Each entry below needs to be copied exactly, with nothing dropped.

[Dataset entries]
********************

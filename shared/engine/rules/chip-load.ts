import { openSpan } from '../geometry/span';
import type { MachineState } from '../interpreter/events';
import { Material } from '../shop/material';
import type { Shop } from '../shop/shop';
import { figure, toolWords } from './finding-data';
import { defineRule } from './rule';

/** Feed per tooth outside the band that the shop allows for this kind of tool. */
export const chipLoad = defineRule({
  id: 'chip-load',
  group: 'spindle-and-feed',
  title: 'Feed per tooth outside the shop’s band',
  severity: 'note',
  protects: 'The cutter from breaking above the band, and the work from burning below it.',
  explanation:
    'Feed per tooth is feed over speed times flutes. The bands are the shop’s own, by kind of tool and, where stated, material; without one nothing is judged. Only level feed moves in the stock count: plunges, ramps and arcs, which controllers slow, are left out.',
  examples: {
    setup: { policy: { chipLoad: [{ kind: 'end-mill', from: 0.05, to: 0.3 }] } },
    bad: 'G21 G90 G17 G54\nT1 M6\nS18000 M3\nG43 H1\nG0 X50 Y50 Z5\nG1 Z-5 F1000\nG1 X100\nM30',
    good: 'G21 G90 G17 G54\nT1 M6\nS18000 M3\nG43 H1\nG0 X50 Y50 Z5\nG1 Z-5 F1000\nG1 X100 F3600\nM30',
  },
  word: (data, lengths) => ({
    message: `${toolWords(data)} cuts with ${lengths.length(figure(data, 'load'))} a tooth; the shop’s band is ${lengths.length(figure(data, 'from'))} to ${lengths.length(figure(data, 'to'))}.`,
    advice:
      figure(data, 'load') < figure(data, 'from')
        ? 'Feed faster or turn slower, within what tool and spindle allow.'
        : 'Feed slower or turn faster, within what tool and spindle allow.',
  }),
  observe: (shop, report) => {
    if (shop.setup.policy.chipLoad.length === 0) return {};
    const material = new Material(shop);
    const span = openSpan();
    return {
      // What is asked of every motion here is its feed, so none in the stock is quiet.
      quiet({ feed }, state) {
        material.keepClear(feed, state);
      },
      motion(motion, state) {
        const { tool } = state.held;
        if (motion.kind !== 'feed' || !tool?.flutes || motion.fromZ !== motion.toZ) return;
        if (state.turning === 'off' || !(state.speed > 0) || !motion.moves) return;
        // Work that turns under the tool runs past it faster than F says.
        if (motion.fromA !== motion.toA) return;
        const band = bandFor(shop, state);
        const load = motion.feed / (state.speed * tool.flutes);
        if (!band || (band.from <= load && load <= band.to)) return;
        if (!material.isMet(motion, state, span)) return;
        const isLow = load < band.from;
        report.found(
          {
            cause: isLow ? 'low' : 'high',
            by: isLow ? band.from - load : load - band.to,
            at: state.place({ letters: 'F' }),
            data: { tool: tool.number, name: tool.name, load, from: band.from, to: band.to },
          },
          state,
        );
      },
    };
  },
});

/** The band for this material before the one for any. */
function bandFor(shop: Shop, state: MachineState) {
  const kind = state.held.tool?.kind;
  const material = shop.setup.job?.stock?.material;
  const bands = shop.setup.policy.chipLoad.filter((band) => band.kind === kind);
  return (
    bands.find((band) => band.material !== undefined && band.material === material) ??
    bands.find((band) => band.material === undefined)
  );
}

********************

### SOLUTION:
filename shared/engine/rules/chip-load.ts
import { openSpan } from '../geometry/span';
import type { MachineState } from '../interpreter/events';
import { Material } from '../shop/material';
import type { Shop } from '../shop/shop';
import { figure, toolWords } from './finding-data';
import { defineRule } from './rule';

/** Feed per tooth outside the band that the shop allows for this kind of tool. */
export const chipLoad = defineRule({
  id: 'chip-load',
  group: 'spindle-and-feed',
  title: 'Feed per tooth outside the shop’s band',
  severity: 'note',
  protects: 'The cutter from breaking above the band, and the work from burning below it.',
  explanation:
    'Feed per tooth is feed over speed times flutes. The bands are the shop’s own, by kind of tool and, where stated, material; without one nothing is judged. Only level feed moves in the stock count: plunges, ramps and arcs, which controllers slow, are left out.',
  examples: {
    setup: { policy: { chipLoad: [{ kind: 'end-mill', from: 0.05, to: 0.3 }] } },
    bad: 'G21 G90 G17 G54\nT1 M6\nS18000 M3\nG43 H1\nG0 X50 Y50 Z5\nG1 Z-5 F1000\nG1 X100\nM30',
    good: 'G21 G90 G17 G54\nT1 M6\nS18000 M3\nG43 H1\nG0 X50 Y50 Z5\nG1 Z-5 F1000\nG1 X100 F3600\nM30',
  },
  word: (data, lengths) => ({
    message: `${toolWords(data)} cuts with ${lengths.length(figure(data, 'load'))} a tooth; the shop’s band is ${lengths.length(figure(data, 'from'))} to ${lengths.length(figure(data, 'to'))}.`,
    advice:
      figure(data, 'load') < figure(data, 'from')
        ? 'Feed faster or turn slower, within what tool and spindle allow.'
        : 'Feed slower or turn faster, within what tool and spindle allow.',
  }),
  observe: (shop, report) => {
    if (shop.setup.policy.chipLoad.length === 0) return {};
    const material = new Material(shop);
    const span = openSpan();
    return {
      // What is asked of every motion here is its feed, so none in the stock is quiet.
      quiet({ feed }, state) {
        material.keepClear(feed, state);
      },
      motion(motion, state) {
        const { tool } = state.held;
        if (motion.kind !== 'feed' || !tool?.flutes || motion.fromZ !== motion.toZ) return;
        if (state.turning === 'off' || !(state.speed > 0) || !motion.moves) return;
        // Work that turns under the tool runs past it faster than F says.
        if (motion.fromA !== motion.toA) return;
        const band = bandFor(shop, state);
        const load = motion.feed / (state.speed * tool.flutes);
        if (!band || (band.from <= load && load <= band.to)) return;
        if (!material.isMet(motion, state, span)) return;
        const isLow = load < band.from;
        report.found(
          {
            cause: isLow ? 'low' : 'high',
            by: isLow ? band.from - load : load - band.to,
            at: state.place({ letters: 'F' }),
            data: { tool: tool.number, name: tool.name, load, from: band.from, to: band.to },
          },
          state,
        );
      },
    };
  },
});

/** The band for this material before the one for any. */
function bandFor(shop: Shop, state: MachineState) {
  const kind = state.held.tool?.kind;
  const material = shop.setup.job?.stock?.material;
  const bands = shop.setup.policy.chipLoad.filter((band) => band.kind === kind);
  return (
    bands.find((band) => band.material !== undefined && band.material === material) ??
    bands.find((band) => band.material === undefined)
  );
}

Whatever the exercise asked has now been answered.